- Task -
Write only the number of lines in the data that contain the word "sign".

-------- Supplied material

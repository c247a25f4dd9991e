/**
 * Authentication limits: fixed windows counted in PostgreSQL (table auth_rate_limit), so that several web
 * servers share them. AUTH_RATE_LIMIT=off switches them off (the browser tests sign in many times from one address).
 */
import { eq, sql } from "drizzle-orm";
import { db } from "./db/client";
import { authRateLimit } from "./db/schema";
import { serverEnv } from "./env";

export interface LimitRule {
  /** Prefix of the counter's key. */
  name: string;
  max: number;
  windowSeconds: number;
}

/** The limits; per client address unless the name says per account. */
export const AUTH_LIMITS = {
  signIn: { name: "sign-in:ip", max: 20, windowSeconds: 10 * 60 },
  signInFailuresPerAccount: { name: "sign-in-failed:email", max: 5, windowSeconds: 15 * 60 },
  passwordReset: { name: "password-reset:ip", max: 5, windowSeconds: 15 * 60 },
  passwordResetPerAccount: { name: "password-reset:email", max: 3, windowSeconds: 15 * 60 },
  signUp: { name: "sign-up:ip", max: 10, windowSeconds: 60 * 60 },
} as const satisfies Record<string, LimitRule>;

export interface LimitResult {
  allowed: boolean;
  /** Seconds until the window ends (for Retry-After). */
  retryAfterSeconds: number;
  count: number;
}

export function rateLimitsEnabled(): boolean {
  return serverEnv().AUTH_RATE_LIMIT !== "off";
}

const keyOf = (rule: LimitRule, subject: string) => `${rule.name}:${subject.toLowerCase()}`;

function result(rule: LimitRule, count: number, windowStartedAt: Date): LimitResult {
  const ends = windowStartedAt.getTime() + rule.windowSeconds * 1000;
  return { allowed: count <= rule.max, count, retryAfterSeconds: Math.max(1, Math.ceil((ends - Date.now()) / 1000)) };
}

/** Counts one attempt (one atomic upsert; a window that has ended starts again at 1). */
export async function hit(rule: LimitRule, subject: string): Promise<LimitResult> {
  const expired = sql`${authRateLimit.windowStartedAt} <= now() - make_interval(secs => ${rule.windowSeconds})`;
  const [row] = await db
    .insert(authRateLimit)
    .values({ key: keyOf(rule, subject), count: 1, windowStartedAt: sql`now()` })
    .onConflictDoUpdate({
      target: authRateLimit.key,
      set: {
        count: sql`case when ${expired} then 1 else ${authRateLimit.count} + 1 end`,
        windowStartedAt: sql`case when ${expired} then now() else ${authRateLimit.windowStartedAt} end`,
      },
    })
    .returning({ count: authRateLimit.count, windowStartedAt: authRateLimit.windowStartedAt });
  return result(rule, row!.count, row!.windowStartedAt);
}

/** Whether the counter is already past its limit, without counting (for limits that count failures only). */
export async function peek(rule: LimitRule, subject: string): Promise<LimitResult> {
  const [row] = await db
    .select({ count: authRateLimit.count, windowStartedAt: authRateLimit.windowStartedAt })
    .from(authRateLimit)
    .where(
      sql`${authRateLimit.key} = ${keyOf(rule, subject)} and ${authRateLimit.windowStartedAt} > now() - make_interval(secs => ${rule.windowSeconds})`,
    );
  if (!row) return { allowed: true, count: 0, retryAfterSeconds: 0 };
  return { ...result(rule, row.count, row.windowStartedAt), allowed: row.count < rule.max };
}

export async function resetLimit(rule: LimitRule, subject: string): Promise<void> {
  await db.delete(authRateLimit).where(eq(authRateLimit.key, keyOf(rule, subject)));
}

----------------

- Exercise answer -
4